What happens when people don't understand how AI works
Perceptions of AI Progress and Future Decline
- Some see little practical coding difference between recent Claude versions and doubt rapid future gains; others report steady, noticeable improvements but far from perfection.
- The cliché “the AI you use today is the worst you’ll ever use” is called vacuous; several argue LLM capability curves may already be flattening.
- Many expect quality of service to degrade even if raw capability grows: enshittification via ads, paywalling, political/monetization bias, and lock-in, compared to Google Search and the wider web’s decline.
- A minority believe current LLMs may already be the best we get in practice, before business incentives corrupt them.
Psychological and Spiritual Misuse
- The “ChatGPT-induced psychosis” phenomenon alarms commenters: vulnerable, lonely, or psychotic users treating LLMs as gods, spiritual guides, or self-aware beings.
- Others say psychosis will always latch onto something (religion, social media, conspiracies); LLMs are just a new “force multiplier.”
- Some argue people have always worshiped man-made abstractions (state, leaders, texts); AI is just the latest idol.
LLMs as Tools vs Oracles
- One camp uses LLMs as better search/summarization/coding tools: quick terminology lookup, domain overviews, SQLAlchemy snippets, law-like rules, etc., with external verification.
- Another warns that many non-technical users assume factuality and don’t know about hallucinations, effectively treating chatbots as oracles.
- This fuels a debate over calling LLMs “divinatory instruments”: critics say the analogy is overbroad and obscures differences from ordinary information retrieval; supporters say it captures how many people experience the interface.
What Counts as “Thinking” or “Understanding”?
- Long arguments revolve around whether next-token prediction can be called “thinking.”
- Some stress LLMs lack grounding, embodiment, goals, and rich world models; they see outputs as statistically fluent but ontologically empty.
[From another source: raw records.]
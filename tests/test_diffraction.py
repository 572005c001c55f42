"""Fresnel diffraction by edges and rectangles, and the smooth shadows of shield sheets."""

from __future__ import annotations

import math

import numpy as np
import pytest
from hypothesis import given, settings
from hypothesis import strategies as st

from keepclear.antennas.base import C_M_S
from keepclear.fields import diffraction as dif
from keepclear.fields.shield import RatedSpec, Shield

from ._hypothesis import examples

F = 2.45e9
LAM = C_M_S / F


@pytest.mark.parametrize("nu", [-0.5, 0.0, 0.5, 1.0, 2.0, 3.0])
def test_knife_edge_exact_form_against_itu_p526_eq31(nu: float) -> None:
    # ITU-R P.526-15 sec. 4.1: eq. (31), J(nu) = 6.9 + 20 log10(sqrt((nu-0.1)^2+1) + nu - 0.1)
    # for nu > -0.78, approximates the Fresnel-integral J(nu) to about 0.1 dB over this range.
    exact = float(dif.knife_edge_loss_db(nu))
    approx = float(dif.knife_edge_loss_db_approximation(nu))
    assert exact == pytest.approx(approx, abs=0.15)


def test_knife_edge_readings_of_p526_fig7() -> None:
    # ITU-R P.526-15 Fig. 7 (read from the curve, from memory): 6 dB on the shadow boundary,
    # about 0 dB at nu = -0.78, a lit-side ripple of at most about 1.4 dB of gain.
    assert float(dif.knife_edge_loss_db(0.0)) == pytest.approx(6.02, abs=0.01)
    assert abs(float(dif.knife_edge_loss_db(-0.78))) < 0.1
    lit = dif.knife_edge_loss_db(np.linspace(-6, -0.5, 2000))
    assert -1.45 < float(lit.min()) < -1.3
    # deep in the shadow: J -> 20 log10(nu sqrt(2) pi)... i.e. |E/E0| -> 1/(pi nu sqrt 2)
    assert float(dif.knife_edge_loss_db(10.0)) == pytest.approx(
        20 * math.log10(math.pi * 10.0 * math.sqrt(2)), abs=0.05
    )


def half_plane_shield(edge_y_m: float) -> Shield:
    """A 200 dB sheet in the plane x = 0, 20 km square, its upper edge at y = edge_y_m.

    Its other edges are so far away (nu of several hundred) that it is a half plane.
    """
    return Shield(
        np.array([0.0, edge_y_m - 1e4, 0.0]),
        np.array([1.0, 0.0, 0.0]),
        2e4,
        2e4,
        RatedSpec(200.0),
        F,
    )


@pytest.mark.parametrize("nu", [0.5, 1.0, 2.0, 3.0])
def test_sheet_edge_reproduces_p526_knife_edge(nu: float) -> None:
    # Source 3 m before the sheet, point 3 m behind it, the ray crossing h below the edge:
    # nu = h sqrt(2 (d1 + d2) / (lambda d1 d2)) (P.526-15 eq. (22)); the loss must follow
    # J(nu) of eq. (31) within its 0.15 dB agreement with the exact form, plus 0.1 dB for the
    # exact path excess the model uses at 17 degrees off the ray (nu = 3).
    d = 3.0
    h = nu / math.sqrt(2 * 2 * d / (LAM * d * d))
    shield = half_plane_shield(h)
    f = shield.amplitude_factor(np.array([-d, 0.0, 0.0]), np.array([[d, 0.0, 0.0]]))[0]
    assert -20 * math.log10(f) == pytest.approx(
        float(dif.knife_edge_loss_db_approximation(nu)), abs=0.25
    )


def kirchhoff_aperture_quadrature(source, point, half_w, half_h, n=500):
    """Fresnel-Kirchhoff integral over a rectangle in z = 0, relative to the free field.

    Born and Wolf, Principles of Optics, 7th ed., sec. 8.3.2 (the Fresnel-Kirchhoff
    diffraction formula) with the obliquity factor (cos t1 + cos t2)/2, evaluated by the
    midpoint rule (no paraxial approximation).
    """
    k = 2 * math.pi / LAM
    x = (np.arange(n) + 0.5) / n * 2 * half_w - half_w
    y = (np.arange(n) + 0.5) / n * 2 * half_h - half_h
    xx, yy = np.meshgrid(x, y)
    q = np.stack([xx, yy, np.zeros_like(xx)], axis=-1)
    r1 = np.linalg.norm(q - source, axis=-1)
    r2 = np.linalg.norm(q - point, axis=-1)
    c1 = abs(source[2]) / r1
    c2 = abs(point[2]) / r2
    integrand = np.exp(-1j * k * (r1 + r2)) / (r1 * r2) * (c1 + c2) / 2
    u = 1j / LAM * integrand.sum() * (2 * half_w / n) * (2 * half_h / n)
    r = np.linalg.norm(point - source)
    return u / (np.exp(-1j * k * r) / r)


@pytest.mark.parametrize(
    "point", [[0.0, 0.0, -1.0], [0.15, 0.05, -1.0], [0.35, -0.1, -0.8], [0.6, 0.0, -1.2]]
)
def test_rectangle_closed_form_against_kirchhoff_quadrature(point) -> None:
    # A 0.5 m x 0.3 m rectangle, source 1 m before it: inside the beam, on and beyond the
    # reflection boundary.  The paraxial closed form (P.526-15 sec. 5.2.1.1) against the
    # full Fresnel-Kirchhoff integral: within 0.07 in amplitude relative to the free field
    # (the paraxial form's error grows with the ray's tilt, 10 degrees at the third point).
    source = np.array([0.05, 0.02, 1.0])
    p = np.array(point, dtype=float)
    quad = kirchhoff_aperture_quadrature(source, p, 0.25, 0.15)
    geo = dif.rectangle_crossing(
        source[None, :],
        p[None, :],
        np.zeros(3),
        np.array([0.0, 0.0, 1.0]),
        np.array([1.0, 0.0, 0.0]),
        np.array([0.0, 1.0, 0.0]),
        0.25,
        0.15,
        LAM,
    )
    closed = dif.rectangle_aperture_factor(geo.nu)[0]
    assert abs(closed - quad) < 0.07, (closed, quad)


def db_steps_along(shield, source, start, direction, length_m=2.0, step_m=0.01):
    t = np.arange(0.0, length_m + step_m / 2, step_m)
    pts = start + t[:, None] * direction
    f = shield.amplitude_factor(source, pts)
    return np.abs(np.diff(20 * np.log10(f)))


def test_the_issue_line_behind_a_1m_sheet_has_no_step() -> None:
    # 1 m x 1 m aluminium sheet (0.5 mm), source 1 m before it, a line 1 m beyond it across
    # the shadow: the hard edge margin stepped 4.8 dB between points 1 cm apart.
    from keepclear.fields import shielding as sh
    from keepclear.fields.shield import SheetSpec

    shield = Shield(
        np.zeros(3),
        np.array([1.0, 0.0, 0.0]),
        1.0,
        1.0,
        SheetSpec(sh.METALS["aluminium"], 0.0005),
        F,
    )
    steps = db_steps_along(
        shield, np.array([-1.0, 0.0, 0.0]), np.array([1.0, -2.0, 0.1]), np.array([0, 1.0, 0]), 4.0
    )
    assert steps.max() < 1.0


@settings(max_examples=examples(40))
@given(
    st.floats(0.3, 2.0),
    st.floats(0.3, 2.0),
    st.floats(0.3, 3.0),
    st.floats(0.3, 2.0),
    st.floats(0.0, 2 * math.pi),
    st.floats(-0.5, 0.5),
    st.floats(0.0, 60.0),
)
def test_no_step_above_1db_per_cm_across_shadow_boundaries(
    width, height, behind_m, before_m, angle, offset, se_db
) -> None:
    # Random lines 2.5 m long in a plane 0.3..3 m behind a sheet, crossing its shadow at a
    # random angle: no step above 1 dB between points 1 cm apart (issue requirement; the
    # Fresnel-Kirchhoff factor is continuous, P.526-15 sec. 5.2).
    shield = Shield(np.zeros(3), np.array([1.0, 0.0, 0.0]), width, height, RatedSpec(se_db), F)
    direction = np.array([0.0, math.cos(angle), math.sin(angle)])
    start = np.array([behind_m, offset, offset]) - 1.25 * direction
    steps = db_steps_along(shield, np.array([-before_m, 0.0, 0.0]), start, direction, 2.5)
    assert steps.max() < 1.0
- Others lean functionalist: if behavior is indistinguishable from human answers in many domains (Turing-style), insisting it’s “not real understanding” is seen as semantics or human exceptionalism.
- Related disputes touch on consciousness, free will, animal cognition, and whether all symbolic communication involves projection and interpretation.
How LLMs Actually Work
- Several note that “trained on the internet” is incomplete: modern chat models crucially depend on supervised fine-tuning and RLHF from vast global workforces of labelers rating style, safety, and “emotional intelligence.”
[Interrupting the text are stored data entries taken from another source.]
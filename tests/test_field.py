"""Fields of the combined scenario: laws over random scenarios, singular points, many sources."""

from __future__ import annotations

import copy
import math
import textwrap

import hypothesis.strategies as st
import numpy as np
import pytest
from hypothesis import assume, given, note, settings

from keepclear.antennas.base import ETA0_OHM
from keepclear.fields.field import evaluate

from ._cli import assert_clean_exit, run, strict_json, validate
from ._edge_cases import DIPOLE, MONOPOLE, probe
from ._hypothesis import examples
from ._property_strategies import (
    EXPECTED_PLAUSIBILITY_WARNING,
    KINDS,
    WAVELENGTH_M,
    _close,
    build,
    documents,
    field_points,
    moved,
    poynting_flux_w,
    rotations,
    source_tables,
)
from .conftest import ISOTROPIC

# ------------------------------------------------------------
# Physical properties over random scenarios (hypothesis). The laws and their sources
# are listed in tests/_property_strategies.py.


# ------------------------------------------------------------ linear in power
@EXPECTED_PLAUSIBILITY_WARNING
@settings(max_examples=examples(30))
@given(
    doc=documents(max_sources=3), k=st.floats(1e-3, 1e3), c=st.floats(0.05, 1.0), pts=field_points()
)
def test_density_is_linear_in_power_and_duty_cycle(doc, k, c, pts):
    base = build(doc)
    assume(base is not None)
    louder = copy.deepcopy(doc)
    quieter_duty = copy.deepcopy(doc)
    for s, t in zip(louder["source"], quieter_duty["source"], strict=True):
        s["power_w"] *= k
        t["duty_cycle"] *= c
    r0, r1, r2 = (
        evaluate(base, pts),
        evaluate(build(louder), pts),
        evaluate(build(quieter_duty), pts),
    )
    assert _close(r1.power_density_w_m2, k * r0.power_density_w_m2)
    assert _close(r1.peak_power_density_w_m2, k * r0.peak_power_density_w_m2)
    assert _close(r1.e_v_m, math.sqrt(k) * r0.e_v_m)
    assert _close(r1.h_a_m, math.sqrt(k) * r0.h_a_m)
    # Duty cycle: the time average scales, the peak (while radiating) does not.
    assert _close(r2.power_density_w_m2, c * r0.power_density_w_m2)
    assert _close(r2.peak_power_density_w_m2, r0.peak_power_density_w_m2)
    # The contract's plane-wave equivalent holds for the averaged RMS values.
    s_pw = np.maximum(r0.e_v_m**2 / ETA0_OHM, ETA0_OHM * r0.h_a_m**2)
    assert _close(r0.power_density_w_m2, s_pw)


@EXPECTED_PLAUSIBILITY_WARNING
@settings(max_examples=examples(25))
@given(
    doc=documents(max_sources=2),
    rotation=rotations(),
    shift=st.tuples(*(st.floats(-5.0, 5.0) for _ in range(3))).map(np.array),
    pts=field_points(),
)
def test_moving_the_scenario_moves_its_fields(doc, rotation, shift, pts):
    base = build(doc)
    assume(base is not None)
    other = build(moved(doc, rotation, shift))
    assert other is not None, "a rigidly moved valid scenario must stay valid"
    # Leave out the two sets of measure zero where a model is discontinuous or a direction is
    # undefined: a monopole's ground plane (the field is zero below it, so rounding of the
    # rotated point decides), and a reference point itself (the ray direction is undefined).
    keep = np.ones(len(pts), dtype=bool)
    for s in base.sources:
        local = s.radiator.placement.to_local(pts)
        keep &= np.linalg.norm(local, axis=1) > 1e-6
        if s.antenna == "monopole":
            keep &= np.abs(local[:, 2]) > 1e-9
    assume(keep.any())
    pts = pts[keep]
    pts_moved = pts @ rotation.T + shift
    r0, r1 = evaluate(base, pts), evaluate(other, pts_moved)
    for name in ("e_v_m", "h_a_m", "power_density_w_m2", "peak_power_density_w_m2"):
        assert _close(getattr(r1, name), getattr(r0, name), rel=1e-7), name
    # The vector fields of every source rotate with the scenario: E'(R p + t) = R E(p).
    for s0, s1 in zip(base.sources, other.sources, strict=True):
        e0, h0 = s0.radiator.fields(pts)
        e1, h1 = s1.radiator.fields(pts_moved)
        for v0, v1 in ((e0, e1), (h0, h1)):
            expected = v0 @ rotation.T
            scale = np.linalg.norm(np.abs(v0), axis=1, keepdims=True)
            assert np.all(np.abs(v1 - expected) <= 1e-7 * scale + 1e-300)


@EXPECTED_PLAUSIBILITY_WARNING
@settings(max_examples=examples(16))
@given(
    kind=st.sampled_from(KINDS),
    data=st.data(),
)
def test_near_field_carries_the_power_through_any_sphere(kind, data):
    table = data.draw(source_tables(kind), label="source")
    if kind == "isotropic":
        table["gain_dbi"] = 0.0  # only 0 dBi conserves power (a screening gain does not)
    scenario = build({"source": [table]})
    assume(scenario is not None)
    radiator = scenario.sources[0].radiator
    reach = max(radiator.largest_dimension_m, 0.5 * WAVELENGTH_M)
    if kind in ("open-waveguide", "horn"):
        reach = max(reach, radiator.far_field_distance_m)  # aperture models: radiating zone
    radius = reach * data.draw(st.floats(1.1, 4.0), label="radius / reach")
    dense = 2 if kind == "horn" else 1
    flux = poynting_flux_w(radiator, radius, 24 * dense, 48 * dense)
    note(f"{kind}: r = {radius:.4g} m, flux = {flux:.6g} W of {radiator.power_w:.6g} W")
    # DEVELOPERS.md: power conservation over the sphere within 1 %.  An open guide or horn
    # with its rim term radiates power_ratio * power_w: the rim comes on top of the
    # aperture's own scaling, on the safe side (antennas/walls.py, normalize="aperture").
    expected = radiator.power_w * float(getattr(radiator, "power_ratio", 1.0))
    assert flux == pytest.approx(expected, rel=0.01)


# ------------------------------------------------------------
# Numerical and file-system edges (singular points, band edges, bounds, atomic outputs).
# What is checked, and against what, is listed in tests/_edge_cases.py.


def test_isotropic_at_its_source_point_and_far_away(write_scenario):
    path = write_scenario(ISOTROPIC)
    near, far = probe(path, (0.0, 0.0, 0.0), (1e5, 0.0, 0.0))
    assert near["power_density_w_m2"] > 0
    # OET 65 eq. (3): S = P / (4 pi R^2), P = 100 W, R = 1e5 m.
    assert far["power_density_w_m2"] == pytest.approx(100 / (4 * math.pi * 1e10), rel=1e-9)


def test_dipole_on_its_wire_and_far_away(write_scenario):
    path = write_scenario(DIPOLE)
    half = 0.0306
    on_wire = [(0.0, 0.0, 1.0 + z) for z in (0.0, 0.01, -0.01, half, -half, half / 2)]
    beside = [(1e-9, 0.0, 1.0), (0.0, 1e-12, 1.0 + half), (0.0, 0.0, 1.0 + half + 1e-12)]
    points = probe(path, *on_wire, *beside, (1e5, 0.0, 1.0), (0.0, 0.0, 1e5))
    for p in points:
        assert p["power_density_w_m2"] >= 0  # finite is checked by the strict JSON parser
    broadside = points[-2]
    # Balanis, Antenna Theory, 4th ed., eq. (4-91): half-wave dipole D0 = 1.643 (lossless,
    # so G = D); S = P G / (4 pi r^2) at r = 1e5 m broadside.  L = 0.0612 m is 0.4998
    # wavelength at 2.45 GHz, within 0.1 % of the tabulated half-wave value.
    s_far = 100 * 1.643 / (4 * math.pi * 1e10)
    assert broadside["power_density_w_m2"] == pytest.approx(s_far, rel=2e-3)


def test_dipole_far_along_its_axis(write_scenario):
    path = write_scenario(DIPOLE)
    broadside, end_fire, off_axis = probe(path, (1e5, 0.0, 1.0), (0.0, 0.0, 1e5), (0.1, 0.0, 1e5))
    # Along the wire axis the far field of a thin dipole vanishes (Balanis eq. (4-64) pattern
    # sin(theta) factor); what is left is the 1/r^2 induction field, 1e-13 of broadside here.
    assert end_fire["power_density_w_m2"] < 1e-6 * broadside["power_density_w_m2"]
    assert end_fire["power_density_w_m2"] <= 10 * off_axis["power_density_w_m2"]


def test_monopole_base_tip_ground_plane_and_below(write_scenario):
    path = write_scenario(MONOPOLE)
    points = probe(
        path,
        (0.0, 0.0, 1.0),  # base (feed)
        (0.0, 0.0, 1.0306),  # tip
        (0.0, 0.0, 1.015),  # on the wire
        (0.1, 0.0, 1.0),  # on the ground plane
        (0.0, 0.0, 0.5),  # below the ground plane: no field there
        (1e5, 0.0, 1.0 + 1e-9),  # far away along the ground
    )
    assert points[4]["power_density_w_m2"] == 0.0
    assert all(p["power_density_w_m2"] >= 0 for p in points)


def test_fifty_sources(write_scenario):
    rng = np.random.default_rng(20240607)
    first = [1.0, 2.0, 0.5]
    positions = [first] + (np.array(first) + rng.uniform(-0.4, 0.4, size=(49, 3))).tolist()
    blocks = [
        textwrap.dedent(
            f"""
            [[source]]
            id = "s{i}"
            antenna = "isotropic"
            power_w = {1.0 + 0.1 * i:.1f}
            duty_cycle = 0.5
            position_m = [{x!r}, {y!r}, {z!r}]
            """
        )
        for i, (x, y, z) in enumerate(positions)
    ]
    limits = '[exposure]\nlimits = ["sc6-2015/uncontrolled"]\n'
    many = write_scenario("".join(blocks) + limits, name="many.toml")
    single = write_scenario(blocks[0] + limits, name="single.toml")
    result = run("keepout", many, "--json")
    assert_clean_exit(result, allowed=(0,))
    data_many = strict_json(result.stdout)
    data_one = strict_json(run("keepout", single, "--json").stdout)
    validate("keepout", data_many)
    assert data_many["centre_m"] == first
    expected_w = sum(0.5 * (1.0 + 0.1 * i) for i in range(50))
    assert data_many["average_power_w"] == pytest.approx(expected_w, rel=1e-12)
    (k_many,), (k_one,) = data_many["keepout"], data_one["keepout"]
    # Sources add as power (not phase-locked): more sources never give a smaller sphere.
    assert k_many["distance_m"] >= k_one["distance_m"] > 0
    # Every source exceeds 5.42 W/m^2 within a few cm of itself (S = P/(4 pi r^2), OET 65
    # eq. (3)), so the sphere about the first one must reach past the farthest source.
    offsets = np.linalg.norm(np.array(positions) - np.array(first), axis=1)
    assert k_many["distance_m"] >= offsets.max()
    # Points along the way: 50 sources probe finite everywhere, also on the sources.
    points = probe(many, *positions[:5], (1e5, 0.0, 0.0))
    assert all(p["power_density_w_m2"] > 0 for p in points)


# ------------------------------------------------------------ isotropic polarisation
@pytest.mark.parametrize("polarization", [[0.0, 0.0, 1.0], [1.0, 0.0, 1.0], [0.0, -2.0, 0.0]])
def test_isotropic_polarization_is_its_e_direction(write_scenario, polarization):
    # README scenario reference: `polarization` of an isotropic source is its E direction
    # (made transverse to the ray).  A vertical one must be accepted: a point source has no
    # boresight it could be parallel to.
    from keepclear.fields.scenario import load_scenario

    path = write_scenario(ISOTROPIC + f"polarization = {polarization!r}\n")
    radiator = load_scenario(path).sources[0].radiator
    pol = np.array(polarization) / np.linalg.norm(polarization)
    ray = np.cross(pol, [0.3, 0.4, 0.5])  # any direction across the polarisation
    ray /= np.linalg.norm(ray)
    e, _ = radiator.fields(2.0 * ray[None, :])
    direction = np.abs(e[0]) / np.linalg.norm(np.abs(e[0]))
    np.testing.assert_allclose(direction, np.abs(pol), atol=1e-12)


def test_row_norms_are_the_euclidean_lengths_of_real_and_complex_rows():
    # |v| = sqrt(sum |v_k|^2), the Euclidean length (a definition; common practice, no
    # source): the written-out sum equals numpy's norm to the last bits.
    from keepclear.antennas.base import row_norms

    rng = np.random.default_rng(5)
    real = rng.normal(size=(500, 3)) * 10.0 ** rng.uniform(-9, 3, (500, 1))
    cplx = real + 1j * rng.normal(size=(500, 3))
    np.testing.assert_allclose(row_norms(real), np.linalg.norm(real, axis=1), rtol=1e-15)
    np.testing.assert_allclose(row_norms(cplx), np.linalg.norm(cplx, axis=1), rtol=1e-15)
    assert row_norms(np.zeros((2, 3))).tolist() == [0.0, 0.0]  # exact by construction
- This reframes chatbot niceness and apparent empathy as distilled human labor, not emergent soul.
- Others push back that, despite human shaping, transformers still rely on large-scale pattern learning, not classical symbolic reasoning; there’s disagreement about how far beyond “pattern matching” current systems really go.
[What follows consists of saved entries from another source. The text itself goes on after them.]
@settings(max_examples=examples(8))
@given(
    st.floats(-0.3, 0.3),
    st.floats(-0.3, 0.3),
    st.sampled_from(["wood", "metal"]),
    st.floats(0.5, 2.0),
    st.lists(st.floats(-3.0, 3.0), min_size=3, max_size=3),
)
def test_envelope_never_below_coherent_with_plates_and_sheets(
    tmp_path_factory, sx, sy, table, w, c
):
    # The envelope adds magnitudes, the coherent mode phasors: by the triangle inequality the
    # envelope is never below (the contract's "worst case").
    d = tmp_path_factory.mktemp("env")
    pts = np.asarray(c)[None, :] + np.random.default_rng(0).uniform(-0.5, 0.5, (64, 3))
    pts[:, 2] = np.abs(pts[:, 2])
    out = {}
    for mode in ("envelope", "coherent"):
        path = d / f"{mode}.toml"
        path.write_text(SHEET_AND_PLATES.format(mode=mode, sx=sx, sy=sy, table=table, w=w))
        out[mode] = evaluate(load_scenario(path), pts).power_density_w_m2
    assert np.all(out["envelope"] >= out["coherent"] * (1 - 1e-9))


# ----------------------------------------------------------------- scenario keys
BASE = """
[[source]]
antenna = "isotropic"
power_w = 10.0
position_m = [0.0, 0.0, 1.0]
[[reflector]]
point_m = [0.0, 0.0, 0.0]
normal = [0.0, 0.0, 1.0]
material = "wood"
"""


def test_size_and_up_are_read(write_scenario):
    sc = load_scenario(write_scenario(BASE + "size_m = [1.2, 0.8]\nup = [1.0, 0.0, 0.0]\n"))
    r = sc.reflectors[0]
    assert r.is_finite and r.size_m == (1.2, 0.8)
    np.testing.assert_allclose(r.height_axis, [1, 0, 0])
    np.testing.assert_allclose(r.width_axis, [0, -1, 0])  # up x normal
    assert r.corners().shape == (4, 3)
    sc = load_scenario(write_scenario(BASE, "inf.toml"))
    assert not sc.reflectors[0].is_finite and sc.reflectors[0].outline() is None


@pytest.mark.parametrize(
    ("extra", "key", "words"),
    [
        ("size_m = [1.2]\n", "reflector.1.size_m", "[width, height]"),
        ("size_m = [1.2, -0.8]\n", "reflector.1.size_m", "> 0"),
        ("size_m = [1.2, true]\n", "reflector.1.size_m", "[width, height]"),
        ("size_m = 1.0\n", "reflector.1.size_m", "[width, height]"),
        ("size_m = [1.0, 1.0]\nup = [0.0, 0.0, 1.0]\n", "reflector.1.up", "perpendicular"),
        ("size_m = [1.0, 1.0]\nup = [0.0, 0.0, 0.0]\n", "reflector.1.up", "zero"),
        ("up = [1.0, 0.0, 0.0]\n", "reflector.1.up", "size_m"),
        ("sise_m = [1.0, 1.0]\n", "reflector.1.sise_m", "did you mean"),
    ],
)
def test_bad_plate_keys_exit_2_naming_file_and_key(write_scenario, extra, key, words):
    path = write_scenario(BASE + extra)
    with pytest.raises(ScenarioError) as err:
        load_scenario(path)
    assert key in str(err.value) and words in str(err.value)
    result = run("probe", path, "--at", "1,0,1")
    assert result.exit_code == 2
    line = result.stderr.strip()
    assert "\n" not in line and path.name in line and key in line and "Traceback" not in line


# ----------------------------------------------------------------- keep-out search
@pytest.mark.parametrize("material", ["metal", "wood"])
def test_keepout_with_a_finite_bench_top_is_never_inside_the_brute_force_grid(
    write_scenario, material
):
    # A vertical dipole 10 cm over a 1.2 m x 0.8 m bench top, 0.9 m over a concrete floor: the
    # search must not report less than a dense grid of points finds (a lower bound of the
    # contract's radius), and not much more.
    from keepclear.fields.keepout import keepout_distances

    from .test_keepout_search import grid_radius

    path = write_scenario(
        f"""
        [[source]]
        antenna = "dipole"
        power_w = 200.0
        position_m = [0.0, 0.0, 1.0]
        axis = [0.0, 0.0, 1.0]
        [[reflector]]
        point_m = [0.0, 0.0, 0.0]
        normal = [0.0, 0.0, 1.0]
        material = "concrete"
        [[reflector]]
        point_m = [0.2, 0.0, 0.9]
        normal = [0.0, 0.0, 1.0]
        material = "{material}"
        size_m = [1.2, 0.8]
        """
    )
    scenario = load_scenario(path)
    result = keepout_distances(scenario)[0]
    half = 1.3 * result.distance_m
    # the floor, under, on and over the plate, and the level of the search's own answer
    far = scenario.centre_m + result.direction * result.distance_m
    planes = [0.0005, 0.3, 0.9005, 1.0, 1.2, 1.6, float(far[2])]
    brute = grid_radius(scenario, result.limit_id, planes, half, 121)
    assert brute > 0
    assert result.distance_m >= brute
    assert result.distance_m <= brute + 2 * half / 120 + 0.05 * brute


def test_uncertainty_decomposition_reproduces_the_orchestrator_with_plates():
    # The sampling of [uncertainty] re-weights the same paths the orchestrator sums: with
    # neutral factors it must give the orchestrator's |E|^2 with finite plates present (a
    # wooden table, a steel cabinet side, a concrete floor).
    from keepclear.fields import uncertainty as unc

    from .conftest import SCENARIOS

    scenario = load_scenario(SCENARIOS / "tabletop-box-room.toml")
    pts = np.random.default_rng(1).uniform(-2.0, 2.0, (200, 3))
    pts[:, 2] = np.abs(pts[:, 2]) + 0.05
    dec = unc.decompose(scenario, pts)
    draws = unc.draw_samples(scenario, unc.UncertaintySpec(gain_db=0.0, samples=1))
    ref = evaluate(scenario, pts)
    e2, h2 = unc.sample_squares(dec, draws, slice(0, 1), peak=True)
    np.testing.assert_allclose(e2[0], ref.peak_e_v_m**2, rtol=1e-9, atol=1e-20)
    np.testing.assert_allclose(h2[0], ref.peak_h_a_m**2, rtol=1e-9, atol=1e-25)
Impact on Work and Institutions
- Many describe LLMs as force multipliers for already-competent people, not replacements for missing expertise.
- There’s concern they’ll be misused by clueless management as a substitute for skilled staff, leading to layoffs, brittle systems, and an “idiocy multiplier.”
- Skeptics emphasize that organizations still need deep human understanding; AI cannot rescue fundamentally bad leadership.
Language, Hype, and Public Understanding
- Repeated concern that anthropomorphic marketing terms (“AI,” “reasoning,” “hallucination,” “agents,” “friends”) mislead the public and investors about capabilities and risks.
- Some urge more precise language (LLM, pattern model, summarizer) and better education so people treat outputs as provisional, checkable suggestions rather than truths or revelations.